The Piece Hall and Calderdale Industrial Museum, Halifax.

Thursday 24th October 2019.

17 members of the Local History and Vernacular Buildings Group visited this unique Grade 1 listed building in Halifax.  The Group assembled at The Welcome Centre and did a self-guided tour of the Heritage Centre before exploring The Piece Hall itself and the various eateries.

The Piece Hall opened its door in 1779 as a Cloth Hall for the trading of ‘pieces’ of cloth (defined as a 30 yard length of woven woollen fabric produced on a handloom).  Trade took place every Saturday between 10 a.m. – 12 p.m.

It was the most ambitious and prestigious of its type and now stands in splendid isolation as the only remaining example of the great eighteenth century northern cloth halls – one of Britain’s most outstanding Georgian buildings.  Built for trade, the building was deliberately designed in the neo-classical order of architecture, derived originally from the Romans.

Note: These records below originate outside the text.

import { render } from 'preact';
import { App } from './App';

// Office.js is only usable once the host has initialised it; rendering earlier
// would let later pane code call into an unready API.
Office.onReady(() => {
  const root = document.getElementById('root');
  if (root) render(<App />, root);
});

It shows not only the vital and dominant importance of the trade in hand woven textiles to the pre-industrial economy of the West Riding but to the nation as a whole for over some 800 years.

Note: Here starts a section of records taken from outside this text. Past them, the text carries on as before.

import type { RangeRef } from '../addressing/a1';
import type { CellGrid } from '../engine';
import { readInBlocks } from './excel/readInBlocks';
import { readRanges } from './excel/readRanges';
import type { ReadData } from './model/analysis';
import type { BlockSources } from './model/blockRows';
import type { ResolvedRanges } from './model/choices';
import type { NewRowsRead } from './model/newRowPredictions';
import { asCellGrid } from './model/readValues';
import { StreamFold } from './model/streamFold';
import type { StreamedData } from './model/streamedAnalysis';

/**
 * Numbers in the model's data past which the pane streams: 250,000 numbers is about what fits in
 * the ~5 MB a cell function can receive in one call, so beyond it a live report could not work
 * and the pane must not hold the data twice either.
 */
export const STREAM_THRESHOLD = 250_000;

export type PaneData = { kind: 'cells'; data: ReadData } | { kind: 'streamed'; data: StreamedData };

export function numbersInModel(ranges: ResolvedRanges): number {
  const rows = ranges.response.bottom - ranges.response.top + 1;
  return rows * (1 + ranges.predictorColumns.length + (ranges.weights === undefined ? 0 : 1));
}

export function isLarge(ranges: ResolvedRanges): boolean {
  return numbersInModel(ranges) > STREAM_THRESHOLD;
}

/**
 * Reads the chosen columns block by block. Small data are gathered into the grids the in-memory
 * analysis has always used; large data go block by block into the accumulator and are dropped.
 */
export async function readData(
  ranges: ResolvedRanges,
  progress: (read: number, total: number) => void,
  signal: AbortSignal,
  stream = isLarge(ranges),
): Promise<PaneData> {
  const sources: BlockSources = { response: ranges.response, predictors: ranges.predictorColumns, weights: ranges.weights };
  const read = stream ? await readStreamed(sources, progress, signal) : await readCells(sources, progress, signal);
  if (ranges.newRows === undefined) return read;
  const newRows = await readNewRows(ranges.newRows);
  return read.kind === 'cells' ? { kind: 'cells', data: { ...read.data, newRows } } : { kind: 'streamed', data: { ...read.data, newRows } };
}

/**
 * New rows are few: read at once, their areas joined side by side, with the column just left of
 * the first area, where a user keeps each row's name.
 */
export async function readNewRows(areas: readonly RangeRef[]): Promise<NewRowsRead> {
  const first = areas[0];
  const labelColumn: RangeRef | undefined = first.left > 0 ? { ...first, left: first.left - 1, right: first.left - 1 } : undefined;
  const grids = (await readRanges(labelColumn === undefined ? areas : [...areas, labelColumn])).map(asCellGrid);
  const areaGrids = grids.slice(0, areas.length);
  const cells: CellGrid = areaGrids[0].map((_, i) => areaGrids.flatMap((g) => [...(g[i] ?? [])]));
  return {
    cells,
    labelCells: labelColumn === undefined ? undefined : grids[areas.length].map((row) => row[0]),
    sheetRows: cells.map((_, i) => first.top + i + 1),
  };
}

async function readCells(sources: BlockSources, progress: (read: number, total: number) => void, signal: AbortSignal): Promise<PaneData> {
  const response: CellGrid[number][] = [];
  const predictors: CellGrid[number][][] = sources.predictors.map(() => []);
  const weights: CellGrid[number][] = [];
  await readInBlocks(
    sources,
    {
      block: (values) => {
        response.push(...asCellGrid(values.response));
        values.predictors.forEach((column, j) => predictors[j].push(...asCellGrid(column)));
        if (values.weights !== undefined) weights.push(...asCellGrid(values.weights));
      },
      progress,
    },
    signal,
  );
  return { kind: 'cells', data: { response, predictorColumns: predictors, weights: sources.weights === undefined ? undefined : weights, sources } };
}

async function readStreamed(sources: BlockSources, progress: (read: number, total: number) => void, signal: AbortSignal): Promise<PaneData> {
  const fold = new StreamFold(sources, sources.response.bottom - sources.response.top + 1);
  await readInBlocks(sources, { block: (values, offset) => fold.add(values, offset), progress }, signal);
  return { kind: 'streamed', data: fold.result() };
}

Gradually the old cottage industries died out.  By 1824 The Piece Hall was used as a wholesale market.   After 1972 the wholesale market buildings were removed and restoration started.

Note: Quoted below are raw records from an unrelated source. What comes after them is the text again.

import { useMemo, useRef, useState } from 'preact/hooks';
import { freezeActiveReport } from './excel/freezeCopy';
import { ReadCancelled } from './excel/readRowBlocks';
import { selectedAreas } from './excel/selection';
import { clipChoiceAddresses } from './excel/usedRows';
import { sheetsOf, watchSheets } from './excel/watchData';
import { writeReport } from './excel/writeReport';
import { analyze } from './model/analysis';
import { EMPTY_CHOICES, type FieldProblem, type PaneChoices, type ResolvedRanges, resolveRanges, singleAreaProblem } from './model/choices';
import { noiseSdProblem } from './model/noiseSdField';
import { planReport } from './model/reportPlan';
import { analyzeStreamed } from './model/streamedAnalysis';
import { type PaneData, readData } from './readData';
import { changedReadInputs, staleMessage } from './staleness';
import { refreshValuesReport, type SavedValuesReport, writeValuesReport } from './valuesReport';
import { DataSummary } from './views/DataSummary';
import { RangeField } from './views/RangeField';
import { ReadProgress } from './views/ReadProgress';
import { ResultCards } from './views/ResultCards';
import { StreamedSummary } from './views/StreamedSummary';
import { useOfficeTheme } from './views/useOfficeTheme';

type Status = { kind: 'idle' } | { kind: 'busy'; what: string } | { kind: 'done'; message: string } | { kind: 'failed'; message: string };

function failure(error: unknown): string {
  return error instanceof Error ? error.message : String(error);
}

/** The one analysis of read data under the current choices: the cards show it and Write report writes it. */
function analysisOf(data: PaneData, choices: PaneChoices) {
  try {
    return data.kind === 'cells' ? analyze(data.data, choices) : analyzeStreamed(data.data, choices);
  } catch (error) {
    return failure(error);
  }
}
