import { useMemo, useReducer } from 'preact/hooks';
import { analyzeRead } from './model/paneAnalysis';
import { paneReducer } from './state/paneReducer';
import { INITIAL_STATE } from './state/paneState';
import { usePaneCommands } from './state/usePaneCommands';
import { CompareSection } from './views/CompareSection';
import { DataSection } from './views/DataSection';
import { PredictSection } from './views/PredictSection';
import { ReportSection } from './views/ReportSection';
import { ResultsSection } from './views/ResultsSection';
import { SettingsSection } from './views/SettingsSection';
import { useOfficeTheme } from './views/useOfficeTheme';

/** The guided pane: data, settings, comparison and prediction choices, results in words, and the report. */
export function App() {
  useOfficeTheme();
  const [state, dispatch] = useReducer(paneReducer, INITIAL_STATE);
  const commands = usePaneCommands(state, dispatch);
  const { data, choices } = state;
  // The one analysis of the data read, under the current choices: the cards show it and Write report writes it.
  const analysis = useMemo(() => (data === undefined ? undefined : analyzeRead(data, choices)), [data, choices]);
  const props = { state, analysis, dispatch, commands };
  return (
    <main class="pane">
      <h1>Plumbline</h1>
      <DataSection {...props} />
      <SettingsSection {...props} />
      <CompareSection {...props} />
      <PredictSection {...props} />
      <ResultsSection {...props} />
      <ReportSection {...props} />
    </main>
  );
}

After lunch the group assembled in the Calderdale Industrial Museum, just outside the East Gate entrance of The Piece Hall.  The Museum houses a collection of industrial machinery and artefacts over four floors. Some of the machines are the only surviving examples in the country.

We had guided tours – down in the basement, where oil engine ‘Sadie’ provides motive power for part of an extensive collection of locally-manufactured machine tools, including lathes, drills and planers.

On the ground floor the story of power generation, from the water wheel to the internal combustion engine was demonstrated.  The first floor displays products that were made in Calderdale including Crossley’s carpets.

Tea, coffee – then back home.

Leader:  Val Walker-Wilton, with Keith Parker at the wheel of the community mini-bus.